REQUIRED WORK: Say how many lines of the entries below include "ExactReference", giving nothing but that number.

== DATA SUPPLIED

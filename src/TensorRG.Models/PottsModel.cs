using TensorRG.Models.Solutions;

namespace TensorRG.Models;

/// <summary>Square-lattice q-state Potts model, s = 0..q-1: E = -J sum delta(s, s') over nearest neighbours.</summary>
public sealed class PottsModel : Model
{
    /// <inheritdoc/>
    public override string Name => "potts";

    /// <inheritdoc/>
    public override string Title => "q-state Potts model on the square lattice";

    /// <inheritdoc/>
    public override string Description =>
        "Spins with q states on the square lattice with E = -J sum delta(s,s') over nearest neighbours. For J > 0 it orders at "
        + "T = J / ln(1 + sqrt q): continuously for q <= 4, with a latent heat for q > 4. For q = 2 it is the Ising model with coupling J/2.";

    /// <inheritdoc/>
    public override string Lattice => "square";

    /// <inheritdoc/>
    public override int SitesPerVertex => 1;

    /// <inheritdoc/>
    public override string Symmetry => "Z_q, the cyclic part of the permutations S_q";

    /// <inheritdoc/>
    public override IReadOnlyList<ParameterDefinition> Parameters { get; } =
    [
        ParameterDefinition.Temperature(1),
        ParameterDefinition.States(3),
        ParameterDefinition.Energy("J", 1, "Coupling of nearest neighbours; positive favours equal states"),
    ];

    /// <inheritdoc/>
    public override IReadOnlyList<ExactReference> ExactReferences { get; } =
    [
        new(Quantity.LogZPerSite, "at the transition, J > 0; for q = 2 at any T and J", PottsSolution.Source),
        new(Quantity.EnergyPerSite, "at the transition, J > 0 (mean of the two phases for q > 4); for q = 2 at any T and J", PottsSolution.Source),
        new(Quantity.LatentHeat, "J > 0, whatever the temperature given", PottsSolution.Source),
        new(Quantity.SpecificHeatPerSite, "q = 2, any T and J", IsingSolution.OnsagerSource),
        new(Quantity.SpontaneousMagnetisation, "q = 2, any T and J: (q rho - 1)/(q - 1), rho the share of the favoured state", IsingSolution.MagnetisationSource),
    ];

    /// <inheritdoc/>
    protected override CriticalPoint FindCriticalTemperature(ParameterSet parameters)
    {
        int q = parameters.WholeNumber("q");
        double j = parameters["J"];
        if (q == 2 && j != 0)
            return CriticalPoint.At(IsingSolution.CriticalTemperature(j / 2, j / 2));
        if (j == 0)
            return CriticalPoint.None("with J = 0 the spins are independent");
        return j > 0
            ? CriticalPoint.At(PottsSolution.CriticalTemperature(q, j))
            : CriticalPoint.None("the antiferromagnetic Potts model (J < 0) with q > 2 has no ordering transition above zero temperature that is known exactly");
    }

    /// <inheritdoc/>
    protected override VertexNetwork BuildNetwork(ParameterSet parameters)
    {
        int q = parameters.WholeNumber("q");
        double k = parameters["J"] / parameters.Temperature;
        double[] ratios = [1, .. Enumerable.Repeat(Ratio(q, k), q - 1)];
        return CyclicNetwork.Graded(ratios, ratios, (2 * LogLargest(q, k)) - Math.Log(q));
    }

    /// <inheritdoc/>
    protected override ExactValue? FindExact(Quantity quantity, ParameterSet parameters)
    {
        int q = parameters.WholeNumber("q");
        double j = parameters["J"], t = parameters.Temperature;
        if (q == 2 && quantity != Quantity.LatentHeat)
            return PottsSolution.TwoStates(quantity, t, j);
        return j > 0 ? PottsSolution.AtTransition(quantity, q, t, j) : null;
    }

    // lambda_k / lambda_0 = (e^K - 1) / (e^K + q - 1) for k > 0, in the form that does not overflow.
    private static double Ratio(int q, double k) => k > 0
        ? -Elementary.ExpM1(-k) / (1 + ((q - 1) * Math.Exp(-k)))
        : Elementary.ExpM1(k) / (Math.Exp(k) + q - 1);

    private static double LogLargest(int q, double k) => k > 0
        ? k + Elementary.Log1P((q - 1) * Math.Exp(-k))
        : Math.Log(Math.Exp(k) + q - 1);
}
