namespace TensorRG.Models;

/// <summary>A line of a model's list of exact results: what is known, where it holds, and from whom.</summary>
/// <param name="Quantity">Name of the quantity that <see cref="Model.Exact"/> returns: one of <see cref="QuantityNames"/>, or an observable.</param>
/// <param name="Validity">The parameters for which it is known, in words.</param>
/// <param name="Source">Who published the solution, and where.</param>
public sealed record ExactReference(string Quantity, string Validity, string Source)
{
    /// <summary>A line for one of the common quantities.</summary>
    /// <param name="quantity">The quantity.</param>
    /// <param name="validity">The parameters for which it is known, in words.</param>
    /// <param name="source">Who published the solution, and where.</param>
    public ExactReference(Quantity quantity, string validity, string source)
        : this(QuantityNames.Name(quantity), validity, source)
    {
    }
}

====

WORKED SOLUTION: 3